_What is being asked:_
Line by line, please look for the word "lines" in the following records, then copy each line you find it in.

(Dataset entries)
..............................
BAD_DEADWOOD = {
    "unitless.toml": '[[item]]\nname = "coil"\nvolume = 20\nfrom = "0 m"\nto = "1 m"\n',
    "both.toml": '[[item]]\nname = "coil"\nvolume = "2 L"\nfrom = "0 m"\nto = "1 m"\n'
                 'profile = "x.toml"\n',
    "key.toml": '[[item]]\nname = "coil"\nvolumes = "2 L"\n',
    "empty.toml": 'title = "x"\n',
    "deep.toml": "x = " + "[" * 40 + "]" * 40 + "\n",
    "down.toml": '[[item]]\nname = "coil"\nvolume = "2 L"\nfrom = "1 m"\nto = "0.5 m"\n',
}


@pytest.mark.parametrize("args,expected", [
    (["--tilt", "x"], "--tilt: give the tilt in degrees"),
    (["--tilt", "50"], "--tilt: a tilt of 50° is more than 45°"),
    (["--gauge-point", "9 m"], "--gauge-point: the gauge point 9000 is beyond"),
    (["--gauge-point", "x"], "--gauge-point: 'x' is not a length"),
    (["--reference-height", "0", "--ullage", "1"], "--reference-height: the reference height must"),
    (["--ullage", "100 mm"], "--ullage: ullages are read down from the reference point"),
    (["--reference-height", "1 m", "--ullage", "2 m"], "--ullage: ullage 2000 mm is outside 0"),
    (["--reference-height", "3 m", "--ullage", "10 mm"], "--ullage: the innage of that ullage,"),
    (["--datum-offset", "5 kg"], "--datum-offset: 'kg' is a mass unit"),
    (["--datum-offset", "-50 mm", "--at", "10 mm"],
     "--at: innage 10 mm is below the lowest inside point (50 mm)"),
    (["--datum-offset", "2 m", "--at", "0"], "--datum-offset: the datum plate 2000 mm above"),
    (["--level-format", "roman"], "--level-format: give auto, decimal or feet-inches"),
    (["--deadwood", "missing.toml"], "--deadwood: missing.toml: no such file"),
    (["--deadwood", "unitless.toml"], "unitless.toml:1: item 1 (coil): volume: '20' has no unit"),
    (["--deadwood", "both.toml"], "both.toml:1: item 1 (coil): give either a profile"),
    (["--deadwood", "key.toml"], "key.toml:1: item 1 (coil): unknown key 'volumes'"),
    (["--deadwood", "empty.toml"], "empty.toml: unknown key 'title'"),
    (["--deadwood", "deep.toml"], "deep.toml:1: nesting too large"),
    (["--deadwood", "down.toml"], "down.toml:1: item 1 (coil): its range runs from 1 m down"),
    (["--shell-temperature", "35"], "--base-temperature: the shell temperature factor needs"),
    (["--shell-temperature", "35", "--base-temperature", "15 °C", "--expansion", "1e-5 /K"],
     "--shell-temperature: '35' has no unit"),
    (["--shell-temperature", "35 °C", "--base-temperature", "15 °X", "--expansion", "1e-5 /K"],
     "--base-temperature: '°X' is not a temperature unit"),
    (["--shell-temperature", "35 °C", "--base-temperature", "15 °C"],
     "--shell-material: give the shell's material"),
    (["--shell-temperature", "35 °C", "--base-temperature", "15 °C", "--shell-material",
      "steel", "--expansion", "1e-5 /K"], "--expansion: give the shell's material"),
    (["--shell-temperature", "35 °C", "--base-temperature", "15 °C", "--shell-material",
      "copper"], "--shell-material: no expansion coefficient for 'copper'"),
    (["--shell-temperature", "35 °C", "--base-temperature", "15 °C", "--expansion", "1e-5"],
     "--expansion: '1e-5' has no unit"),
    (["--uncertainty", "missing.toml"], "--uncertainty: missing.toml: no such file"),
    (["--uncertainty", "nodims.toml"], "--uncertainty: nodims.toml:1: tolerance: diameter: a "
                                       "tolerance of the diameter needs"),
    (["--uncertainty", "other.toml"], "--uncertainty: other.toml: the vessel in [vessel] holds"),
    (["--uncertainty", "badkey.toml"], "--uncertainty: badkey.toml:1: tolerance: no tolerance can"),
    (["--uncertainty", "crown.toml"], "--uncertainty: crown.toml:5: tolerance: crown: the vessel "
                                      "has no head crown radius (heads ellipsoidal, ellipsoidal)"),
    (["--uncertainty", "wall.toml"], "--uncertainty: wall.toml:5: tolerance: thickness: the "
                                     "vessel has no wall thickness"),
    (["--picture", "t.gif"], "--picture: t.gif: pictures are written as .png or .svg"),
    (["--report", "nowhere/t.html"], "--report: "),
])
def test_bad_gauge_input(tmp_path, capsys, monkeypatch, args, expected):
    monkeypatch.chdir(tmp_path)
    for name, text in BAD_DEADWOOD.items():
        (tmp_path / name).write_text(text, encoding="utf-8")
    (tmp_path / "nodims.toml").write_text('[tolerance]\ndiameter = "1 mm"\n', encoding="utf-8")
    (tmp_path / "badkey.toml").write_text('[tolerance]\nwall = "1 mm"\n', encoding="utf-8")
    tank = '[vessel]\ndiameter = "1200 mm"\nlength = "2400 mm"\nhead = "ellipsoidal"\n'
    (tmp_path / "crown.toml").write_text(tank + '[tolerance]\ncrown = "1 mm"\n', encoding="utf-8")
    (tmp_path / "wall.toml").write_text(tank + '[tolerance]\nthickness = "1 mm"\n',
                                        encoding="utf-8")
    (tmp_path / "other.toml").write_text('[vessel]\ndiameter = "1300 mm"\nlength = "2400 mm"\n'
                                         'head = "ellipsoidal"\n[tolerance]\ndiameter = "1 mm"\n',
                                         encoding="utf-8")
    out_csv, picture = tmp_path / "out.csv", tmp_path / "out.png"
    code, out, err = run(["levels", str(DIESEL), *args, "--csv", str(out_csv),
                          *([] if "--picture" in args else ["--picture", str(picture)])], capsys)
    assert code == 2, err
    lines = err.strip().splitlines()
    assert len(lines) == 1 and "Traceback" not in err
    assert lines[0].startswith("revolve: error: ") and expected in lines[0], lines[0]
    assert out == "" and not out_csv.exists() and not picture.exists()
..............................
_Task output:_
    lines = err.strip().splitlines()
    assert len(lines) == 1 and "Traceback" not in err
    assert lines[0].startswith("revolve: error: ") and expected in lines[0], lines[0]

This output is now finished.